— WORK REQUEST —
What lines in the data below mention the string "entry"? Copy them out.

=== INPUT DATA ===

/// The microphone correction the folder's response had removed, read
/// again from where the manifest says it was, checked by its hash.
fn correction(m: &Measurement) -> Result<Option<Correction>> {
    let Some(entry) = &m.manifest.settings.mic_correction else {
        return Ok(None);
    };
    let path = PathBuf::from(&entry.name);
    let bytes = std::fs::read(&path).map_err(|_| {
        Error::input(format!(
            "the response of {} has the microphone correction {} removed, and smoothing it again needs that file, which is not there; run export from the folder the measurement was made in, or leave out --smooth",
            m.dir.display(),
            entry.name
        ))
    })?;
    if sha256_hex(&bytes) != entry.sha256 {
        return Err(Error::input(format!(
            "the microphone correction {} has changed since {} was analysed (its SHA-256 differs from the manifest's); smoothing again would not match: leave out --smooth, or analyse again",
            entry.name,
            m.dir.display()
        )));
    }
    Correction::parse(&String::from_utf8_lossy(&bytes))
        .map(Some)
        .map_err(|e| Error::input(format!("the microphone correction {}: {e}", entry.name)))
}

/// The folder's response taken again from its impulse.wav with the
/// analysis's own stages, at smoothing `s` (on the folder's grid).
pub fn fresh_response(m: &Measurement, s: Smoothing) -> Result<analysis::FrequencyResponse> {
    let rec = &m.results.response;
    if m.manifest.source.kind == "impulse" {
        return Err(Error::input(format!(
            "{} was analysed from an impulse response given as it is, so its response is not taken again at another smoothing here; analyse the impulse response again with the smoothing you need",
            m.dir.display()
        )));
    }
    let ir = read_impulse(m)?;
    let placement = ImpulsePlacement {
        design: &m.manifest.sweep,
        start_s: impulse_record(m)?.start_s,
        delay_s: m.results.delay_s,
        harmonics: m.manifest.settings.harmonics.max(1),
        gate: rec.gate,
    };
    let c = correction(m)?;
    let fresh = analysis::response_from_impulse(&ir, placement, c.as_ref(), s)?;
    if fresh.frequency_hz.len() != rec.frequency_hz.len() {
        return Err(Error::input(format!(
            "the response of {} is on another grid than its sweep gives; analyse the recording again",
            m.dir.display()
        )));
    }
    Ok(fresh)
}

fn response_table(m: &Measurement, smooth: Option<Smoothing>) -> Result<Table> {
    let rec = &m.results.response;
    let mut magnitude = rec.magnitude_db.clone();
    let mut phase = rec.phase_deg.clone();
    let mut smoothing = rec.smoothing;
    let resmoothed = smooth.is_some();
    if let Some(s) = smooth {
        let fresh = fresh_response(m, s)?;
        magnitude = fresh.magnitude_db;
        phase = fresh.phase_deg;
        smoothing = fresh.smoothing;
    }
    let mut columns = vec![
        numbers("frequency_hz", "Hz", rec.frequency_hz.iter().copied(), 4),
        numbers(
            "magnitude_db",
            &format!("dB; {}", rec.magnitude_reference),
            magnitude.iter().copied(),
            4,
        ),
        numbers(
            "phase_deg",
            "degrees in (-180, 180], with the delay delay_s removed",
            phase.iter().copied(),
            3,
        ),
    ];
    // the calibrated curves are the magnitude plus a constant
    let offset = |v: &[f64]| {
        v.iter()
            .zip(&rec.magnitude_db)
            .map(|(a, b)| a - b)
            .sum::<f64>()
            / v.len().max(1) as f64
    };
    let n = rec.frequency_hz.len();
    if rec.spl_db.len() == n {
        let o = offset(&rec.spl_db);
        let v: Vec<f64> = if resmoothed {
            magnitude.iter().map(|x| x + o).collect()
        } else {
            rec.spl_db.clone()
        };
        columns.push(numbers(
            "spl_db",
            "dB SPL at the microphone for the sweep's drive level (re 20 µPa)",
            v,
            4,
        ));
    }
    if rec.sensitivity_db_spl.len() == n {
        let o = offset(&rec.sensitivity_db_spl);
        let v: Vec<f64> = if resmoothed {
            magnitude.iter().map(|x| x + o).collect()
        } else {
            rec.sensitivity_db_spl.clone()
        };
        let unit = rec
            .sensitivity
            .as_ref()
            .map_or_else(|| "dB SPL at 2.83 V".to_string(), |s| s.description.clone());
        columns.push(numbers("sensitivity_db_spl", &unit, v, 4));
    }
    if rec.resolved.len() == n {
        columns.push(Column {
            name: "resolved".into(),
            unit: "whether the gate resolves the frequency (from 1/gate length up to gate.resolved_to_hz)".into(),
            values: Values::Flags(rec.resolved.clone()),
        });
    }
    Ok(Table {
        what: What::Response,
        smoothing: Some(smoothing),
        resmoothed,
        columns,
    })
}

fn cell(v: Option<f64>, digits: Option<usize>) -> String {
    match (v, digits) {
        (None, _) => String::new(),
        (Some(x), Some(d)) => format!("{:.d$}", x + 0.0),
        // the shortest form that reads back as the same 32-bit float
        (Some(x), None) if x != 0.0 && x.abs() < 1e-3 => format!("{:e}", x as f32),
        (Some(x), None) => format!("{}", x as f32),
    }
}

/// The table as CSV: a header of column names, then one row per point.
pub fn to_csv(t: &Table) -> Result<Vec<u8>> {
    let err = |e: csv::Error| Error::input(format!("could not encode CSV: {e}"));
    let mut w = csv::Writer::from_writer(Vec::new());
    w.write_record(t.columns.iter().map(|c| c.name.as_str()))
        .map_err(err)?;
    for i in 0..t.rows() {
        let row: Vec<String> = t
            .columns
            .iter()
            .map(|c| match &c.values {
                Values::Numbers(v, d) => cell(v[i], *d),
                Values::Text(v) => v[i].clone(),
                Values::Flags(v) => v[i].to_string(),
            })
            .collect();
        w.write_record(&row).map_err(err)?;
    }
    w.into_inner()
        .map_err(|e| Error::input(format!("could not encode CSV: {e}")))
}

/// The table as JSON: `source`, `what`, `units`, `columns` and `data`.
pub fn to_json(t: &Table, m: &Measurement) -> Result<Vec<u8>> {
    let mut units = Map::new();
    let mut data = Map::new();
    for c in &t.columns {
        units.insert(c.name.clone(), Value::String(c.unit.clone()));
        let v: Vec<Value> = match &c.values {
            Values::Numbers(v, d) => v
                .iter()
                .map(|x| match (x, d) {
                    (None, _) => Value::Null,
                    (Some(x), Some(_)) => json!(x),
                    (Some(x), None) => json!(f64::from(*x as f32)),
                })
                .collect(),
            Values::Text(v) => v.iter().map(|s| json!(s)).collect(),
            Values::Flags(v) => v.iter().map(|b| json!(b)).collect(),
        };
        data.insert(c.name.clone(), Value::Array(v));
    }
    let mut out = json!({
        "format": "gliss export",
        "schema_version": crate::folder::schema::SCHEMA_VERSION,
        "what": t.what.label(),
        "source": {
            "folder": m.dir.display().to_string(),
            "results": "results.json",
            "results_sha256": m.results_sha256,
            "created_utc": m.manifest.created_utc,
        },
        "rows": t.rows(),
        "columns": t.columns.iter().map(|c| c.name.clone()).collect::<Vec<_>>(),
        "units": units,
        "data": data,
    });
    if let Some(s) = &t.smoothing {
        out["smoothing"] = json!(s);
        out["smoothed_from"] = json!(if t.resmoothed {
            "impulse.wav: the unsmoothed response taken again from the impulse response and smoothed at this setting"
        } else {
            "results.json: the response as analysed"
        });
    }
    super::to_json(&out)
}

===

— WRITTEN SOLUTION —
    let Some(entry) = &m.manifest.settings.mic_correction else {
    let path = PathBuf::from(&entry.name);
            entry.name
    if sha256_hex(&bytes) != entry.sha256 {
            entry.name,
        .map_err(|e| Error::input(format!("the microphone correction {}: {e}", entry.name)))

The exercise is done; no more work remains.